Problem to work on:
Find the line containing "const std::vector<Row> rows" in the entries below. Restate it and each line after it, word for word, up to and including the line containing "(0, 1e+07], got".
────────────────────
TEST_CASE("exercise file: bad inputs, each as path: message") {
  struct Row {
    const char* what;
    std::function<void(json&)> change;
    const char* expected;
  };
  const std::vector<Row> rows = {
      {"unknown field", [](json& j) { j["colour"] = 1; }, "colour: unknown field"},
      {"missing briefing", [](json& j) { j.erase("briefing"); }, "briefing: required"},
      {"time limit type", [](json& j) { j["time_limit_s"] = "long"; }, "time_limit_s: must be a number, got a string"},
      {"time limit", [](json& j) { j["time_limit_s"] = 0; }, "time_limit_s: must lie within (0, 1e+07], got 0"},
      {"scenario error", [](json& j) { j["scenario"]["areas"][0]["demand_mw"] = "x"; },
       "scenario.areas[0].demand_mw: must be a number, got a string"},
      {"seat id", [](json& j) { j["seats"][0]["id"] = "a b"; },
       "seats[0].id: must be 1-32 letters, digits, '_' or '-', got \"a b\""},
      {"seat dup", [](json& j) { j["seats"][1]["id"] = "west-desk"; },
       "seats[1].id: duplicate id \"west-desk\" (also seats[0])"},
      {"seat area", [](json& j) { j["seats"][0]["areas"] = {"north"}; },
       "seats[0].areas[0]: no area \"north\" in the scenario"},
      {"area twice", [](json& j) { j["seats"][1]["areas"] = {"west"}; },
       "seats[1].areas[0]: area \"west\" already belongs to seats[0]"},
      {"no areas", [](json& j) { j["seats"][0]["areas"] = json::array(); },
       "seats[0].areas: must name at least one area"},
      {"both times", [](json& j) { j["script"][0]["when"] = j["script"][1]["when"]; },
       "script[0]: needs exactly one of \"at_s\" (a time) and \"when\" (a condition)"},
      {"neither", [](json& j) { j["script"][0].erase("at_s"); },
       "script[0]: needs exactly one of \"at_s\" (a time) and \"when\" (a condition)"},
      {"command unit", [](json& j) { j["script"][0]["command"]["unit"] = "zz"; }, "script[0].command.unit: "},
      {"command field", [](json& j) { j["script"][0]["command"]["mw"] = 5; },
       "script[0].command.mw: unknown field for unit_trip"},
      {"negative time", [](json& j) { j["script"][0]["at_s"] = -1; },
       "script[0].at_s: must lie within [0, 1e+07], got -1"},
      {"condition area", [](json& j) { j["script"][1]["when"]["area"] = "north"; },
       "script[1].when.area: no area \"north\""},
      {"condition hz", [](json& j) { j["script"][1]["when"]["below_hz"] = 51; },
       "script[1].when.below_hz: must lie between 0 and nominal_hz (50), got 51"},
      {"condition kind", [](json& j) { j["script"][1]["when"]["kind"] = "sometime"; },
       "script[1].when.kind: must be one of \"frequency_below\", \"tie_above\", got \"sometime\""},
      {"tie pct",
       [](json& j) {
         j["script"][1]["when"] = {{"kind", "tie_above"}, {"tie", "wx"}, {"above_pct", 150}};
       },
       "script[1].when.above_pct: must lie within (0, 100], got 150"},
      {"tie id",
       [](json& j) {
         j["script"][1]["when"] = {{"kind", "tie_above"}, {"tie", "zz"}, {"above_pct", 50}};
       },
       "script[1].when.tie: no tie \"zz\""},
      {"script dup", [](json& j) { j["script"][0]["id"] = "relief"; }, "script[1].id: duplicate id \"relief\""},
      {"note length", [](json& j) { j["script"][0]["note"] = std::string(1001, 'x'); },
       "script[0].note: must be at most 1000 characters, got 1001"},
      {"alarm field", [](json& j) { j["alarms"]["loudness"] = 3; }, "alarms.loudness: unknown field"},
      {"alarm bands", [](json& j) { j["alarms"]["limit_band_hz"] = 0.01; },
       "alarms.limit_band_hz: must be at least standard_band_hz (0.05), got 0.01"},
      {"alarm pct", [](json& j) { j["alarms"]["tie_loading_pct"] = 0; },
       "alarms.tie_loading_pct: must lie within (0, 100], got 0"},
      {"too many areas",
       [](json& j) {
         j["seats"][0]["areas"] = json::array();
         for (int i = 0; i < 1001; ++i) j["seats"][0]["areas"].push_back("west");
       },
       "seats[0].areas: at most 1000 areas, got 1001"},
      {"seat area type", [](json& j) { j["seats"][0]["areas"] = {1}; },
       "seats[0].areas[0]: must be a string, got a number"},
      {"missing command", [](json& j) { j["script"][0].erase("command"); }, "script[0].command: required"},
      {"too many seats",
       [](json& j) {
         j["seats"] = json::array();
         for (int i = 0; i < 33; ++i) j["seats"].push_back(j["seats"].size());
       },
       "seats: at most 32 seats, got 33"},
  };
  for (const Row& row : rows) {
    INFO(row.what);
    json j = file_json();
    row.change(j);
    const std::string msgs = errors_of(j.dump());
    INFO(msgs);
    CHECK(msgs.find(row.expected) != std::string::npos);
  }
  CHECK(errors_of("[1]") == "must be an object, got an array\n");
  CHECK(errors_of("{\"name\": 1, \"name\": 2}").find("json") == 0);
}

TEST_CASE("script: a timed event is handed out lead steps ahead with its own step") {
  const Exercise ex = load_ok(file_json().dump());
  auto e = Engine::create(ex.system);
  ScriptRunner s(ex.system, ex.def.script);
  const auto fired = run_script(*e, s, 4.0, 3);
  CHECK(fired.empty());
  const auto more = run_script(*e, s, 5.2, 3);
  REQUIRE(!more.empty());
  CHECK(more[0].firing.id == "s1");
  CHECK(more[0].firing.at_step == 500);  // 5 s at 0.01 s
  CHECK(more[0].handed_at == 497);
  CHECK(s.entries()[0].state == ScriptState::fired);
  CHECK(s.entries()[0].fired_at_s == 5.0);
  CHECK(e->unit(*e->find_unit("e2")).status == UnitStatus::tripped);
}

TEST_CASE("script: frequency_below fires once the condition has held for for_s") {
  const Exercise ex = load_ok(file_json().dump());
  auto e = Engine::create(ex.system);
  ScriptRunner s(ex.system, ex.def.script);
  std::int64_t below_at = -1;
  const auto fired = run_script(*e, s, 40.0, 2, [&](const Engine& en) {
    if (below_at < 0 && en.area(*en.find_area("east")).f_hz < 49.9) below_at = en.step_index();
  });
  std::optional<std::int64_t> relief;
  for (const Fired& f : fired)
    if (f.firing.id == "relief") relief = f.handed_at;
  REQUIRE(relief);
  REQUIRE(below_at > 0);
  CHECK(*relief - below_at == 100);  // held for 1 s = 100 steps
  for (const Fired& f : fired)
    if (f.firing.id == "relief") CHECK(f.firing.at_step == *relief + 2);  // lead steps ahead
  CHECK(s.entries()[1].state == ScriptState::fired);
}

TEST_CASE("script: tie_above fires on a share of the tie's pull-out power") {
  json j = file_json();
  j["script"] = json::array({{{"at_s", 1}, {"command", {{"kind", "load_step"}, {"area", "east"}, {"mw", 120}}}},
                             {{"id", "heavy"},
                              {"when", {{"kind", "tie_above"}, {"tie", "wx"}, {"above_pct", 20}}},
                              {"command", {{"kind", "agc"}, {"area", "east"}, {"enabled", true}}}}});
  const Exercise ex = load_ok(j.dump());
  auto e = Engine::create(ex.system);
  ScriptRunner s(ex.system, ex.def.script);
  std::int64_t over_at = -1;
  const auto fired = run_script(*e, s, 30.0, 2, [&](const Engine& en) {
    if (over_at < 0 && std::fabs(en.tie(TieId{0}).flow_mw) > 80.0) over_at = en.step_index();
  });
  REQUIRE(fired.size() == 2);
  CHECK(fired[1].firing.id == "heavy");
  // Handed out at the first step after the flow passed 80 MW (20 % of 400 MW).
  REQUIRE(over_at > 0);
  CHECK(fired[1].handed_at == over_at);
}

TEST_CASE("script: fire now, skip, shift, add, and rewound") {
  const Exercise ex = load_ok(file_json().dump());
  auto e = Engine::create(ex.system);
  ScriptRunner s(ex.system, ex.def.script);
  test::run_until(*e, 1.0);
  std::string why;
  CHECK_FALSE(s.fire_now("nope", *e, why));
  CHECK(why == "no script event \"nope\"");
  auto f = s.fire_now("s2", *e, why);
  REQUIRE(f);
  CHECK(f->at_step == 100);
  CHECK_FALSE(s.skip("s2", why));
  CHECK(why == "script event \"s2\" has already fired");
  CHECK(s.shift("s1", 20.0, e->time_s(), why));
  CHECK(s.entries()[0].def.at_s == 20.0);
  CHECK_FALSE(s.shift("s1", 0.5, e->time_s(), why));
  CHECK(why == "at_s: must not be in the past (now 1 s), got 0.5");
  CHECK_FALSE(s.shift("relief", 30.0, e->time_s(), why));
  CHECK(why.find("only a timed event can be shifted") != std::string::npos);
  CHECK(s.skip("relief", why));
  CHECK(s.entries()[1].state == ScriptState::skipped);

  ScriptEventDef add;
  add.at_s = 10.0;
  add.command.kind = CommandKind::load_step;
  add.command.area = "nowhere";
  CHECK_FALSE(s.add(add, "instructor", e->time_s(), why));
  CHECK(why.rfind("command.area: ", 0) == 0);
  add.command.area = "west";
  add.command.mw = 10.0;
  REQUIRE(s.add(add, "instructor", e->time_s(), why));
  CHECK(s.entries().back().def.id == "s3");  // the first unused sN
  CHECK(s.entries().back().added_by == "instructor");
  add.id = "s3";
  CHECK_FALSE(s.add(add, "instructor", e->time_s(), why));
  CHECK(why == "id: duplicate id \"s3\"");

  // Parsed from JSON as the API receives it.
  std::vector<Issue> issues;
  auto parsed = parse_script_event(
      R"({"at_s": 12, "command": {"kind": "agc", "area": "east", "enabled": true}, "note": "n"})", issues);
  REQUIRE(parsed);
  CHECK(parsed->note == "n");
  CHECK_FALSE(parse_script_event(R"({"at_s": 12, "command": {"kind": "agc"}, "extra": 1})", issues));
  REQUIRE(issues.size() == 3);
  CHECK(issues[0].text() == "extra: unknown field");

  // s1 (now at 20 s) fires; rewinding to a step before it makes it pending again.
  run_script(*e, s, 21.0, 2);
  CHECK(s.entries()[0].state == ScriptState::fired);
  s.rewound(1500);
  CHECK(s.entries()[0].state == ScriptState::pending);
  CHECK(s.entries()[1].state == ScriptState::skipped);  // a skip is an edit, not a firing
  CHECK(s.entries()[2].state == ScriptState::fired);    // fired at step 100
  const json listed = script_to_json(s.entries());
  CHECK(listed["events"][0]["state"] == "pending");
  CHECK(listed["events"][1]["when"]["kind"] == "frequency_below");
  CHECK(listed["events"][3]["added_by"] == "instructor");
  CHECK(listed["events"][2]["fired_at_s"] == 1.0);
}

namespace {

// A one-area system whose frequency is moved by load steps: alarms against known deviations.
struct OneArea {
  std::unique_ptr<Engine> e;
  std::optional<CheckedSystem> sys;
  explicit OneArea(double demand = 400.0, bool battery = false) {
    SystemDef d;
    d.nominal_hz = 50.0;
    d.duration_s = 600.0;
    AreaDef a;
    a.id = "solo";
    a.demand_mw = demand;
    d.areas.push_back(a);
    UnitDef u;
    u.id = "g1";
    u.area = "solo";
    u.rating_mw = 500;
    u.inertia_s = 5;
    u.setpoint_mw = battery ? demand - 10.0 : demand;
    u.governor.droop = 0.05;
    d.units.push_back(u);
    if (battery) {
      UnitDef b;
      b.id = "bat";
      b.area = "solo";
      b.rating_mw = 10;
      b.setpoint_mw = 10;
      b.turbine.type = TurbineType::battery;
      b.turbine.energy_mwh = 0.1;
      b.turbine.soc = 0.2;
      d.units.push_back(b);
    }
    auto c = check(d);
    REQUIRE(c.system);
    sys = *c.system;
    e = Engine::create(*sys);
  }
  void step_load(double mw) {
    LoadStep s{AreaId{0}, mw};
    REQUIRE(e->apply(Action{s}).ok);
  }
};

// 50 Hz defaults with the reserve alarm out of the way (a one-unit area never covers its own loss).
AlarmLimits quiet_reserve() {
  AlarmLimits lim = alarm_limits_for(50.0);
  lim.reserve_mw = 1.0;
  return lim;
}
────────────────────
Result of the task:
  const std::vector<Row> rows = {
      {"unknown field", [](json& j) { j["colour"] = 1; }, "colour: unknown field"},
      {"missing briefing", [](json& j) { j.erase("briefing"); }, "briefing: required"},
      {"time limit type", [](json& j) { j["time_limit_s"] = "long"; }, "time_limit_s: must be a number, got a string"},
      {"time limit", [](json& j) { j["time_limit_s"] = 0; }, "time_limit_s: must lie within (0, 1e+07], got 0"},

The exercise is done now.